Rincez les pommes de terre, puis séchez-les bien. Mélangez-les avec 1 cuillère à soupe d’huile d’olive, du sel, du poivre et, si vous aimez, quelques aiguilles de romarin.
Étalez-les sur une plaque. Faites-les cuire à 200 °C pendant 45 à 55 minutes. Remuez-les à mi-cuisson pour qu’elles dorent de tous les côtés. Elles doivent être bien croustillantes dehors et tendres dedans.
La touche finale pour une viande laquée
Quand l’agneau est bien tendre, retirez la couverture. Montez le four à 210 °C et laissez dorer la viande pendant 15 à 20 minutes. Badigeonnez-la une dernière fois avec le jus au miel. La surface devient brillante et appétissante, comme une belle croûte de fête.
Surveillez bien cette étape. Le miel colore vite. Il faut une belle teinte dorée, pas une croûte brûlée. Si la viande fonce trop vite, posez simplement une feuille d’aluminium dessus sans serrer.
À la sortie du four, laissez reposer l’épaule 10 à 15 minutes dans le plat. Ce petit temps calme aide les jus à se fixer.

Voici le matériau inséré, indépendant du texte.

import type { BootstrapProgress } from '../../shared-core/precision/bootstrap.ts';
import type { ComputeAnswer, ComputeAsk, FromWorker, ToWorker } from './compute-message.ts';
import workerUrl from './compute-worker.ts?worker&url';
import { startWorker } from './own-worker.ts';

type AnswerOf<K extends ComputeAsk['kind']> = Extract<ComputeAnswer, { readonly kind: K }>;

interface Waiting {
  readonly resolve: (answer: ComputeAnswer) => void;
  readonly reject: (fault: Error) => void;
  readonly onProgress: (progress: BootstrapProgress) => void;
}

/** The worker that does all work which could hold the page up; started once, at the first question. */
class Compute {
  #worker: Worker | null = null;
  #next = 1;
  readonly #waiting = new Map<number, Waiting>();

  ask<K extends ComputeAsk['kind']>(ask: Extract<ComputeAsk, { readonly kind: K }>): Promise<AnswerOf<K>> {
    return this.follow(ask, () => undefined).answer;
  }

  /** A question whose progress is told and which can be given up; the answer then never comes. */
  follow<K extends ComputeAsk['kind']>(
    ask: Extract<ComputeAsk, { readonly kind: K }>,
    onProgress: (progress: BootstrapProgress) => void,
  ): { readonly answer: Promise<AnswerOf<K>>; readonly stop: () => void } {
    const id = this.#next;
    this.#next += 1;
    const answer = new Promise<ComputeAnswer>((resolve, reject) => {
      this.#waiting.set(id, { resolve, reject, onProgress });
    });
    this.#send({ id, ask });
    return {
      answer: answer as Promise<AnswerOf<K>>,
      stop: () => {
        if (this.#waiting.delete(id)) this.#send({ id, stop: true });
      },
    };
  }

  #send(message: ToWorker): void {
    if (this.#worker === null) {
      this.#worker = startWorker(workerUrl);
      this.#worker.addEventListener('message', ({ data }: MessageEvent<FromWorker>) => {
        this.#hear(data);
      });
    }
    this.#worker.postMessage(message);
  }

  #hear(message: FromWorker): void {
    const waiting = this.#waiting.get(message.id);
    if (waiting === undefined) return;
    if ('progress' in message) {
      waiting.onProgress(message.progress);
      return;
    }
    this.#waiting.delete(message.id);
    if ('fault' in message) waiting.reject(new Error(message.fault));
    else waiting.resolve(message.answer);
  }
}

export const compute = new Compute();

La découpe devient plus simple et la viande reste juteuse.
Petits conseils pour éviter les ratés
Si vous trouvez le plat un peu trop sucré, baissez le miel à 2 cuillères à soupe la prochaine fois. Vous pouvez aussi ajouter un peu plus de jus de citron en fin de cuisson. L’équilibre se règle facilement.
Si, au contraire, le citron vous paraît trop présent, gardez-le mais ajoutez un peu plus de miel. Vous pouvez aussi choisir un miel plus doux. Le plat doit rester rond, pas agressif.
Et si la viande n’est pas encore assez tendre, prolongez la cuisson. C’est normal. Un bon agneau confit demande du temps, pas de la précipitation.
Comment servir ce plat pour faire vraiment plaisir
Servez l’agneau directement dans le plat, avec les grenailles autour. Versez le jus à la cuillère sur la viande. Si quelques morceaux d’ail confit s’y trouvent, gardez-les. Ils donnent une sauce encore plus savoureuse.
Avec une salade verte croquante ou des légumes de printemps rôtis, le repas devient complet sans effort. C’est le genre de table qui donne envie de se resservir. Et, franchement, c’est souvent là qu’on voit que la recette a gagné.
Les restes, s’il y en a, sont délicieux le lendemain. Effiloché dans un sandwich, glissé dans un parmentier, ou simplement réchauffé avec un peu de jus, l’agneau garde tout son charme. C’est même parfois encore meilleur.
Une recette simple, mais vraiment marquante
Entre le miel, le citron, le romarin et l’ail, cette recette d’agneau de Pâques trouve le bon équilibre. Elle est généreuse, facile à suivre, et assez douce pour plaire à toute la table.
Si vous cherchez un plat de fête qui impressionne sans stress, vous tenez peut-être votre nouveau classique. Celui qu’on refait chaque printemps. Celui qui sent bon la maison, le partage et les repas qui durent un peu plus longtemps que prévu.